____ Dataset extract

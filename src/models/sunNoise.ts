/**
 * Noise from the Sun in a receiving antenna's beam (PHYSICS.md §13): the
 * quiet Sun's brightness temperature against frequency, and the antenna
 * temperature a uniformly bright disc adds, weighted by the antenna pattern:
 *   ΔT_A = (1 / 4π) ∫_disc T_b G(θ) dΩ   (antenna temperature of a source
 * filling part of the pattern; common practice, e.g. Kraus, Radio Astronomy).
 * For a disc small against the beam this is T_b G(θ_sep) Ω_sun / 4π.
 */
import { checkAtLeast, checkRange } from './range.js';

const DEG = Math.PI / 180;

/**
 * Quiet-Sun brightness temperature (K) at frequency (GHz), from memory, rough
 * (no table at hand): about 10^6 K at 100 MHz (corona), some 4·10^4 K at
 * 2.8 GHz (a solar-minimum 10.7 cm flux of about 67 solar flux units over the
 * 0.53° disc), about 10^4 K at X-band, falling toward 6500 K (the
 * photosphere) at 100 GHz. Log-log interpolation between the points.
 */
export const QUIET_SUN_BRIGHTNESS_K: readonly (readonly [number, number])[] = [
  [0.1, 1.0e6], [0.3, 5.0e5], [0.5, 3.0e5], [1, 1.6e5], [1.4, 1.2e5], [2, 7.0e4], [2.8, 4.0e4], [4, 2.6e4],
  [6, 1.8e4], [10, 1.15e4], [15, 9.5e3], [20, 8.5e3], [30, 7.5e3], [50, 7.0e3], [100, 6.5e3],
];

export const QUIET_SUN_FREQUENCY_GHZ_VALIDITY = [0.1, 100] as const;

/** Quiet-Sun brightness temperature (K), log-log in QUIET_SUN_BRIGHTNESS_K (from memory, rough). */
export function quietSunBrightnessTemperatureK(a: { frequencyGHz: number }): number {
  checkRange('quietSunBrightnessTemperatureK', 'frequencyGHz', a.frequencyGHz, QUIET_SUN_FREQUENCY_GHZ_VALIDITY, 'GHz');
  const t = QUIET_SUN_BRIGHTNESS_K;
  let j = 1;
  while (j < t.length - 1 && t[j][0] < a.frequencyGHz) j++;
  const [f0, b0] = t[j - 1], [f1, b1] = t[j];
  const u = Math.log(a.frequencyGHz / f0) / Math.log(f1 / f0);
  return Math.exp(Math.log(b0) + u * Math.log(b1 / b0));
}

/** Gauss–Legendre nodes and weights on [0, 1], 8 points (Abramowitz & Stegun Table 25.4). */
const GL_X = [-0.9602898564975363, -0.7966664774136267, -0.5255324099163290, -0.1834346424956498,
  0.1834346424956498, 0.5255324099163290, 0.7966664774136267, 0.9602898564975363].map((x) => (x + 1) / 2);
const GL_W = [0.1012285362903763, 0.2223810344533745, 0.3137066458778873, 0.3626837833783620,
  0.3626837833783620, 0.3137066458778873, 0.2223810344533745, 0.1012285362903763].map((w) => w / 2);
/** Azimuth samples around the disc centre over [0, π] (the pattern is symmetric about the boresight–Sun plane). */
const AZ = 24;

/**
 * (1 / 4π) ∫ G dΩ over a disc of diameter `discDiameterDeg` whose centre is
 * `separationDeg` from boresight, with G the linear gain (not dB) of a
 * pattern symmetric about boresight, `gainLinear(offBoresightDeg)`: the
 * fraction of the disc's brightness temperature that reaches the antenna
 * temperature. Exact spherical offsets; 8-point Gauss–Legendre in the disc
 * radius (weight sin ρ) × 24 midpoints in azimuth over a half-disc.
 */
export function discPatternFraction(a: { separationDeg: number; discDiameterDeg: number; gainLinear: (offBoresightDeg: number) => number }): number {
  checkRange('discPatternFraction', 'separationDeg', a.separationDeg, [0, 180], 'deg');
  checkAtLeast('discPatternFraction', 'discDiameterDeg', a.discDiameterDeg, 0, 'deg', true);
  const s = a.separationDeg * DEG, r = (a.discDiameterDeg / 2) * DEG;
  const cs = Math.cos(s), ss = Math.sin(s);
  let sum = 0;
  for (let q = 0; q < GL_X.length; q++) {
    const rho = GL_X[q] * r;
    const cr = Math.cos(rho), sr = Math.sin(rho);
    let ring = 0;
    for (let k = 0; k < AZ; k++) {
      const phi = ((k + 0.5) / AZ) * Math.PI;
      const c = cs * cr + ss * sr * Math.cos(phi);
      ring += a.gainLinear(Math.acos(c > 1 ? 1 : c < -1 ? -1 : c) / DEG);
    }
    // ∫0^2π dφ over the ring = 2 × (π / AZ) Σ over the half.
    sum += GL_W[q] * r * sr * ring * ((2 * Math.PI) / AZ);
  }
  return sum / (4 * Math.PI);
}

________

### Your task
Only those lines of the entries above that run from the line containing "const phi = ((k + 0.5) / AZ) * Math.PI;" to the line containing "over the half.", both included, should be transcribed exactly.

### Task result
      const phi = ((k + 0.5) / AZ) * Math.PI;
      const c = cs * cr + ss * sr * Math.cos(phi);
      ring += a.gainLinear(Math.acos(c > 1 ? 1 : c < -1 ? -1 : c) / DEG);
    }
    // ∫0^2π dφ over the ring = 2 × (π / AZ) Σ over the half.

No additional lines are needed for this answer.